第2話 ネルエランド

 長老に案内され、この村で一番立派と思われる屋敷に入ると、俺たちは5人ほどの年長者と対峙して座った。

「ところで、我々は南の方から、この地に来たばかりで何も分からないのですが、いろいろと教えてくれませんか?

 まず、この国は何という国でしょうか?」

 俺の質問に一番の年長者で、恐らく長老と思われる老人が話を始める。

「この国は『ネルエランド』といい、ネルエ川で行く事の出来る最も南にある国です。

 ところで、あなた方は『南の方から来た』と仰られたが、ここより南はないはず、なのに南の方から来たとは、どういう事でしょうか?」

「私どもはあなた方の言う『ネルエ川』の下流の方から来たのです。ちょっと前に大地が揺れ、ネルエ川が川でなくなりました。
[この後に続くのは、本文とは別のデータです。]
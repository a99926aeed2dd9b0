package minimize

import (
	"context"
	"math"
	"strings"
	"testing"

	"github.com/tenter-go/tenter/action"
	"github.com/tenter-go/tenter/field"
	"github.com/tenter-go/tenter/lattice"
)

// laneEmden is ∫½|∇u|² − ¼u⁴ on the unit square in n × n links, whose mountain pass is
// 6.6 high, and a lopsided start of the given height.
func laneEmden(t *testing.T, n int) (s *action.Discrete, lump func(height float64) *field.History) {
	t.Helper()
	clock, line := square(n, lattice.Held, lattice.Held)
	s = newAction(t, clock, line, action.Wave{Potential: action.Polynomial{0, 0, 0, 0, -0.25}, Signature: action.Euclidean})
	return s, func(height float64) *field.History {
		return field.Profile(func(x, t float64) (float64, float64) {
			return height * math.Sin(math.Pi*x) * math.Sin(math.Pi*t) * (1 + x), 0
		}).Over(s.Block())
	}
}

// One saddle from starts of every index: from below, where it is 0, from near by,
// and from above, where it reaches two dozen.
func TestSaddleFromAfar(t *testing.T) {
	s, lump := laneEmden(t, 16)
	want, err := Saddle(context.Background(), s, allAround(s.Block()), lump(4), nil)
	if err != nil {
		t.Fatal(err)
	}
	far, err := Ridge(s, field.NewHistory(s.Block(), 1), lump(60))
	if err != nil {
		t.Fatal(err)
	}
	for name, start := range map[string]*field.History{"0.3": lump(0.3), "2": lump(2), "12": lump(12), "ridge": far} {
		found, err := Saddle(context.Background(), s, allAround(s.Block()), start, nil)
		if err != nil {
			t.Errorf("%s: %v", name, err)
			continue
		}
		// 1e-10 of the largest term, 300, over the smallest eigenvalue, 12
		if d := found.History.MaxDifference(want.History); d > 3e-9 {
			t.Errorf("%s: differs by %.3g", name, d)
		}
	}
}

// On the line through (1 + x) sin πx sin πt the action is as² − bs⁴ with its top at
// s² = a/2b, which is where ∂S/∂s = Σ φ ∂S/∂φ vanishes.
func TestRidge(t *testing.T) {
	s, lump := laneEmden(t, 16)
	none := field.NewHistory(s.Block(), 1)
	h, err := Ridge(s, none, lump(30))
	if err != nil {
		t.Fatal(err)
	}
	a, b := s.Value(lump(1)), s.Value(lump(2)) // a = p − q, b = 4p − 16q
	p, q := (16*a-b)/12, (4*a-b)/12
	want := lump(math.Sqrt(p / (2 * q)))
	if d := h.MaxDifference(want); d > 30*1e-3*2 { // s to 1e-3; the shape is at most 1.6
		t.Errorf("off by %.3g", d)
	}
	if _, err := Ridge(s, none, lump(1)); err == nil || !strings.Contains(err.Error(), "at an end") {
		t.Errorf("%v", err)
	}
	if _, err := Ridge(s, none, field.NewHistory(s.Block(), 2)); err == nil || !strings.Contains(err.Error(), "ridge") {
		t.Errorf("%v", err)
	}
}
 そのため、川を遡る事ができるようになったのです。我々は遥か南の方から川を遡って来ました」

「なんと…、そうでしたか。

 しかし、ネルエ川には途轍もない魔物が住んでいたはずです。その魔物はどうしたのでしょうか?」

「それは我々が退治しました」

「なんと…、なので山賊どもも簡単に退治できたのですね」


 長老の話は続いた。

 この「ネルエランド」は鼠人が治める国であり、その国王は暴虐非道、鼠人以外は人として認めないような国王だった。

 税の取り立ても決まった制度がなく、役人と言うやつらがいつも来ては、食料を取り立てていたが、そのうち取る物がなくなると、今度は若い男たちを連れて行くようになった。
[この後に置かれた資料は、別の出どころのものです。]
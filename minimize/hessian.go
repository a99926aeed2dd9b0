package minimize

import (
	"slices"

	"github.com/tenter-go/tenter/action"
	"github.com/tenter-go/tenter/constraint"
	"github.com/tenter-go/tenter/internal/nested"
)

// hessian assembles the second variation by the unknowns, from that by all
// values of the history: entries of fixed values are dropped, those of tied ones
// added up. The places of the entries are worked out once.
type hessian struct {
	entry    []int32 // entries of the full matrix that count
	place    []int32 // where each goes among the values
	pattern  *nested.Pattern
	values   []float64
	diagonal []int
}

// newHessian analyses the second variation m, whose pattern does not change.
// grid has the unknowns and their coordinates and gets its entries.
func newHessian(m *action.Matrix, free *constraint.Unknowns, grid *nested.Pattern) *hessian {
	h := &hessian{pattern: grid}
	below := make([][]int32, grid.N)
	each := func(do func(entry int, u, v int32)) {
		for e := range m.Rows() {
			u, _ := free.At(e)
			if u < 0 {
				continue
			}
			for k := m.Start[e]; k < m.Start[e+1]; k++ {
				if v, _ := free.At(m.Column[k]); v >= 0 && v <= u {
					do(k, int32(u), int32(v))
				}
			}
		}
	}
	each(func(_ int, u, v int32) { below[u] = append(below[u], v) })
	grid.Ptr = make([]int, 1, grid.N+1)
	h.diagonal = make([]int, grid.N)
	for u, list := range below {
		list = append(list, int32(u))
		slices.Sort(list)
		grid.Adj = append(grid.Adj, slices.Compact(list)...)
		grid.Ptr = append(grid.Ptr, len(grid.Adj))
		h.diagonal[u] = len(grid.Adj) - 1
	}
	each(func(k int, u, v int32) {
		h.entry = append(h.entry, int32(k))
		h.place = append(h.place, int32(grid.Place(int(u), int(v))))
	})
	h.values = make([]float64, len(grid.Adj))
	return h
}

// assemble writes the matrix to the values.
func (h *hessian) assemble(m *action.Matrix) {
	clear(h.values)
	for k, e := range h.entry {
		h.values[h.place[k]] += m.Value[e]
	}
}

// largest returns the largest diagonal entry.
func (h *hessian) largest() float64 {
	var d float64
	for _, at := range h.diagonal {
		d = max(d, h.values[at])
	}
	return d
}

// quadratic returns δᵀHδ.
func (h *hessian) quadratic(delta []float64) float64 {
	var sum float64
	p := h.pattern
	for i := range p.N {
		row := 0.0
		for k := p.Ptr[i]; k < p.Ptr[i+1]; k++ {
			if j := int(p.Adj[k]); j != i {
				row += 2 * h.values[k] * delta[j]
			} else {
				row += h.values[k] * delta[j]
			}
		}
		sum += row * delta[i]
	}
	return sum
}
 そうなると、働き手がいなくなり、農作物も作れなくなったが、税の取り立ては相変わらずで、悪循環に陥る。

 そんな時、国王が南の国に進出すると言い出し、大量の軍船を造ってネルエ川を下って行ったが、誰一人として戻らなかった。

 国民の間では、魔物に襲われたと言われているそうだ。

 それからは、長男の王子が国を継いだが、次男、三男の王子と相性が悪く、王位継承を巡って対立している。

 王子以外にも、宰相も絡んできて、今や四つ巴の状態とのこと。

 国の中心が乱れているので、当然国の中も乱れており、今やあちこちに山賊や強盗団のような者が蔓延っている。

 それに輪をかけて役人も非道を行っているため、とても安心して暮らしていけないとの事だ。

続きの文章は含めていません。